» Work instructions
Sort through the data and copy the lines holding the word "uploads".
-- Opening Marker --
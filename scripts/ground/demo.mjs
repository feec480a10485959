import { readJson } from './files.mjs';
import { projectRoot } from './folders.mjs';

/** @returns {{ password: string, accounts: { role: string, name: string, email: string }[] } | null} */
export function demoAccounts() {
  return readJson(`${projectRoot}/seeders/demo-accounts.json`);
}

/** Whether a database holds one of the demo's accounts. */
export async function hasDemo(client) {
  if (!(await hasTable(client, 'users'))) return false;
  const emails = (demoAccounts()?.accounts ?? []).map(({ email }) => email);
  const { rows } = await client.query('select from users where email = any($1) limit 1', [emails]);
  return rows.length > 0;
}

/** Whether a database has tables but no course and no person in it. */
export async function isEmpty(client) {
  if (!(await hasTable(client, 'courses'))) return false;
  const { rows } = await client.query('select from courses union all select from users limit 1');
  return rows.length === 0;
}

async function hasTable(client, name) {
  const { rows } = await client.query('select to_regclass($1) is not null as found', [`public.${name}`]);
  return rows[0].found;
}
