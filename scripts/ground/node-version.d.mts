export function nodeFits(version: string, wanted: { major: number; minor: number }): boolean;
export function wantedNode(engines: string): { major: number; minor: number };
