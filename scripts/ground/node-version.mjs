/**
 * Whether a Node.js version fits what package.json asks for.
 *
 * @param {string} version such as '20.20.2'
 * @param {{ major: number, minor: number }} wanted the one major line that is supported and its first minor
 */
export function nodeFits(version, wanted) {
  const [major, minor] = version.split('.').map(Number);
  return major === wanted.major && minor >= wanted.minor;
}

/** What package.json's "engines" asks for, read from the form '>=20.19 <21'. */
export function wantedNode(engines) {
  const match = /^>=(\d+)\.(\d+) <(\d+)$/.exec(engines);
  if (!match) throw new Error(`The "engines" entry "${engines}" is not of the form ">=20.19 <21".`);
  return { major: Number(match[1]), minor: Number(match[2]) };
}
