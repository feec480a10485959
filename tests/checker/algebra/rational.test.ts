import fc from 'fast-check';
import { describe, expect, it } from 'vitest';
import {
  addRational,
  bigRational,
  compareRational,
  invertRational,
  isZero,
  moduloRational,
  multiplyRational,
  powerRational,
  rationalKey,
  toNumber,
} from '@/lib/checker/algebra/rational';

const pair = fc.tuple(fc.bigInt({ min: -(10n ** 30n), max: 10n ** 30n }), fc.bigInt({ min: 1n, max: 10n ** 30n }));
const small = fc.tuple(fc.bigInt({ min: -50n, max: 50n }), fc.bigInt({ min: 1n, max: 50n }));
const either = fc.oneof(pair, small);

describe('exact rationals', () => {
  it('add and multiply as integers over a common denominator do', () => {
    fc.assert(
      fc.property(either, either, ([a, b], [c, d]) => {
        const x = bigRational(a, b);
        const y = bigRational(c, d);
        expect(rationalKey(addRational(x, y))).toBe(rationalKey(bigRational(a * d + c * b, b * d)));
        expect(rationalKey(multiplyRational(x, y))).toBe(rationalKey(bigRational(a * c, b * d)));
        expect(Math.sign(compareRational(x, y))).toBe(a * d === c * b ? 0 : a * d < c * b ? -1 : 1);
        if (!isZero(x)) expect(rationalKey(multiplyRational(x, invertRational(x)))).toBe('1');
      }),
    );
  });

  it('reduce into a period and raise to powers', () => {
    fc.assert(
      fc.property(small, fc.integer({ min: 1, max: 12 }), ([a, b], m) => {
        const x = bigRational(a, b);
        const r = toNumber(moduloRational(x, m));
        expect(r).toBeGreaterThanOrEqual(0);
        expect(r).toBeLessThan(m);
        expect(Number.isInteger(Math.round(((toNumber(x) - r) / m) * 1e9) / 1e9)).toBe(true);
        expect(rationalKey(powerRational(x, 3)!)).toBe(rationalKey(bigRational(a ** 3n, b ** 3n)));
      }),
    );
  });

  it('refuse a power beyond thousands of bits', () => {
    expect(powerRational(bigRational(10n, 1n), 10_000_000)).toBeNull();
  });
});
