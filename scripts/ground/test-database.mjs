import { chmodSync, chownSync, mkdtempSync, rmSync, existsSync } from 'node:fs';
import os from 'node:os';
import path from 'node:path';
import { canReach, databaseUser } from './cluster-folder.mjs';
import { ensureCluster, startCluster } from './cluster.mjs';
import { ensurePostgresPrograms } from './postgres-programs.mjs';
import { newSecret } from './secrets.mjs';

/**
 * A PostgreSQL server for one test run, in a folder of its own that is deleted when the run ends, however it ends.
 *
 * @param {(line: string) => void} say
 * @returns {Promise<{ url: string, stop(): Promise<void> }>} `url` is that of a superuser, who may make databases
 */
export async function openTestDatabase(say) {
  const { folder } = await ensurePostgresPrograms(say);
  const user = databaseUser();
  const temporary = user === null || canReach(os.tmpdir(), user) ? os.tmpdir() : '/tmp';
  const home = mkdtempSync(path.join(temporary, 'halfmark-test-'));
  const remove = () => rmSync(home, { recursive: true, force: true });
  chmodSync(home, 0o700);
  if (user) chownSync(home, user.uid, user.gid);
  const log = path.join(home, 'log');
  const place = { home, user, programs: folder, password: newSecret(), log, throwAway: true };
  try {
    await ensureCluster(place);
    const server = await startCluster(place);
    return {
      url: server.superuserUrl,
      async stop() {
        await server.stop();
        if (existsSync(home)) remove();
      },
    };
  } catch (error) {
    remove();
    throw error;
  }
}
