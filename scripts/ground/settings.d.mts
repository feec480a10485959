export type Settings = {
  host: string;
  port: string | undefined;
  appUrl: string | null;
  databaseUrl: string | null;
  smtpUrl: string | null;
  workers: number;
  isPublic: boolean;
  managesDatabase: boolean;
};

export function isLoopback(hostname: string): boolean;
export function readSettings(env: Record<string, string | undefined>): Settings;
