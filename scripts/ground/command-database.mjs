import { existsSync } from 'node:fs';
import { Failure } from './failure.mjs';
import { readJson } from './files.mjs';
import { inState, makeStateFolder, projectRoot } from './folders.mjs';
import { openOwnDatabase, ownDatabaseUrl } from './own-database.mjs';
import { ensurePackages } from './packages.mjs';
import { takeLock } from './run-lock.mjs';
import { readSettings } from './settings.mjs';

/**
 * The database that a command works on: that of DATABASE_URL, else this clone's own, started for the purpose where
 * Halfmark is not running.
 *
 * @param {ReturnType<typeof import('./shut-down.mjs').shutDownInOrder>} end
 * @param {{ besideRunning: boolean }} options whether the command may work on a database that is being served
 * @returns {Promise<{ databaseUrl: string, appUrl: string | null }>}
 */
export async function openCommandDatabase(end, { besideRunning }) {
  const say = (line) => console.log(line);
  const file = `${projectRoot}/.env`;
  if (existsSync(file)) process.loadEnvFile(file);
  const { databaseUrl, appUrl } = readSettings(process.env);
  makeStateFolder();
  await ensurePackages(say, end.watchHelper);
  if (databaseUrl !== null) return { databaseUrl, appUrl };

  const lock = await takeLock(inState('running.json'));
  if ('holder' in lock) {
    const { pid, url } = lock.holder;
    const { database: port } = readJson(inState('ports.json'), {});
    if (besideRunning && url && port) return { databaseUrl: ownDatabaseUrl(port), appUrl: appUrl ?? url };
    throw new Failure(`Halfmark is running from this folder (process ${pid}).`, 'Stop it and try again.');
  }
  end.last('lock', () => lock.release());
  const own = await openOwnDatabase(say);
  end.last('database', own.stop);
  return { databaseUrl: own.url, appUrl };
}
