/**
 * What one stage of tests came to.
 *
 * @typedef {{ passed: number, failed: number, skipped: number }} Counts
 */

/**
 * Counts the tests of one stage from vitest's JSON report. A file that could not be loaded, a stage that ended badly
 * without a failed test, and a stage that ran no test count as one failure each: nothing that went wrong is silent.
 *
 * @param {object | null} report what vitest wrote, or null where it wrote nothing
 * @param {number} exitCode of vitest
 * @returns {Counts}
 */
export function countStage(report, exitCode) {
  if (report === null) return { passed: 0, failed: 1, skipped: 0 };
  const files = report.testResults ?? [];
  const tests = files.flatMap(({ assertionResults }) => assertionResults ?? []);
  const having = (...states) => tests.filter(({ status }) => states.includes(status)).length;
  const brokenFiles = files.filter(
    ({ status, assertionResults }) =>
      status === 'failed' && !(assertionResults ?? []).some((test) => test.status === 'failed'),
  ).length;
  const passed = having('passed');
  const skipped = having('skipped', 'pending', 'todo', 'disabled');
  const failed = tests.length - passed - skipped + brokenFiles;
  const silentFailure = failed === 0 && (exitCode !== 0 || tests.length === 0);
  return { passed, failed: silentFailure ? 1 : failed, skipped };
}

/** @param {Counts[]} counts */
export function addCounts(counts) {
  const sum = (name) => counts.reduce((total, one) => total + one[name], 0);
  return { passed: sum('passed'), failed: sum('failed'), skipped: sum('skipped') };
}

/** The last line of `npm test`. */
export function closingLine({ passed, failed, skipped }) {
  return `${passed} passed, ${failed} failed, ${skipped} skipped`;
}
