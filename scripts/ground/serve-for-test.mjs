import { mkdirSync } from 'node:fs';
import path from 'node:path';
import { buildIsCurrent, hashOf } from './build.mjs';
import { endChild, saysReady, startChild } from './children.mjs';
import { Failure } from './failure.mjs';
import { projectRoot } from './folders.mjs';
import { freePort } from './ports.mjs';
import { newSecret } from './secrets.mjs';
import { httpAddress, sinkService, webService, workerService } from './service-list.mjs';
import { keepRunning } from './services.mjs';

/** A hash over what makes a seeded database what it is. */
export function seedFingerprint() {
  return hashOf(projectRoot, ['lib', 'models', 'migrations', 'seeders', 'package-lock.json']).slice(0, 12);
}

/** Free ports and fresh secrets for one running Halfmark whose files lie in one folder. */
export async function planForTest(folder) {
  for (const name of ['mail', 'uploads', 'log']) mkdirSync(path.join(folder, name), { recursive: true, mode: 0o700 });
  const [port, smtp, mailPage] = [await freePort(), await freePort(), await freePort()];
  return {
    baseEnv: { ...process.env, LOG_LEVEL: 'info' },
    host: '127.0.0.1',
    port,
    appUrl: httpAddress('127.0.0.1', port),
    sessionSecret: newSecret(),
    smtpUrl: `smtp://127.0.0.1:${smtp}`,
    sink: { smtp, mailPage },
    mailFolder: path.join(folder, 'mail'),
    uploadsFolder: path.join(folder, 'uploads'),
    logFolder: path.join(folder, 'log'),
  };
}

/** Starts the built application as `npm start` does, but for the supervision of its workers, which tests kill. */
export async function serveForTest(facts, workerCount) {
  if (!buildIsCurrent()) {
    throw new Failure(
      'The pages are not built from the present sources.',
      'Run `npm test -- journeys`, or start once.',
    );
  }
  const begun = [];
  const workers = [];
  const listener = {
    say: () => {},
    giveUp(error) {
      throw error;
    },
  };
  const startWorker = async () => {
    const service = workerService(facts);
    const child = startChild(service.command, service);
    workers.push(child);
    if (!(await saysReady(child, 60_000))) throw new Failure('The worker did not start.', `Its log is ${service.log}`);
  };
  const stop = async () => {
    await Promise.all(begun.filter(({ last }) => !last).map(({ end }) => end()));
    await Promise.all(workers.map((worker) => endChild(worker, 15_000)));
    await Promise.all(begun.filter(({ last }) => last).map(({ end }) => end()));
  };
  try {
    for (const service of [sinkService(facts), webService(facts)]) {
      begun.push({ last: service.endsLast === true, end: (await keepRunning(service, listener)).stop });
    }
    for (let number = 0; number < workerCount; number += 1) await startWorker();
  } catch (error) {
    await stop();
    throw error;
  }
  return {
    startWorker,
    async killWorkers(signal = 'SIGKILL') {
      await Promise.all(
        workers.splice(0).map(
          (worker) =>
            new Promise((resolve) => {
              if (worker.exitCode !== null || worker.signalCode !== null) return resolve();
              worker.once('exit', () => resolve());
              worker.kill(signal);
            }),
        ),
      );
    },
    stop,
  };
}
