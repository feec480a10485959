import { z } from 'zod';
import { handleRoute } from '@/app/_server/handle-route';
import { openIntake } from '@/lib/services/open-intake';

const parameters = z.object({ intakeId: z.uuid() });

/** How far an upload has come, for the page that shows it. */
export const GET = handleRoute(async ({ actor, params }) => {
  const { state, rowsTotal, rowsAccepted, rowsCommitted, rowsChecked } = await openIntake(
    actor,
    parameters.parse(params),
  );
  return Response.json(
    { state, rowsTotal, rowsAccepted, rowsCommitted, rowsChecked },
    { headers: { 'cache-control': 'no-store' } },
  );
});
-- Closing Marker --
» Written solution
  for (const name of ['mail', 'uploads', 'log']) mkdirSync(path.join(folder, name), { recursive: true, mode: 0o700 });
    uploadsFolder: path.join(folder, 'uploads'),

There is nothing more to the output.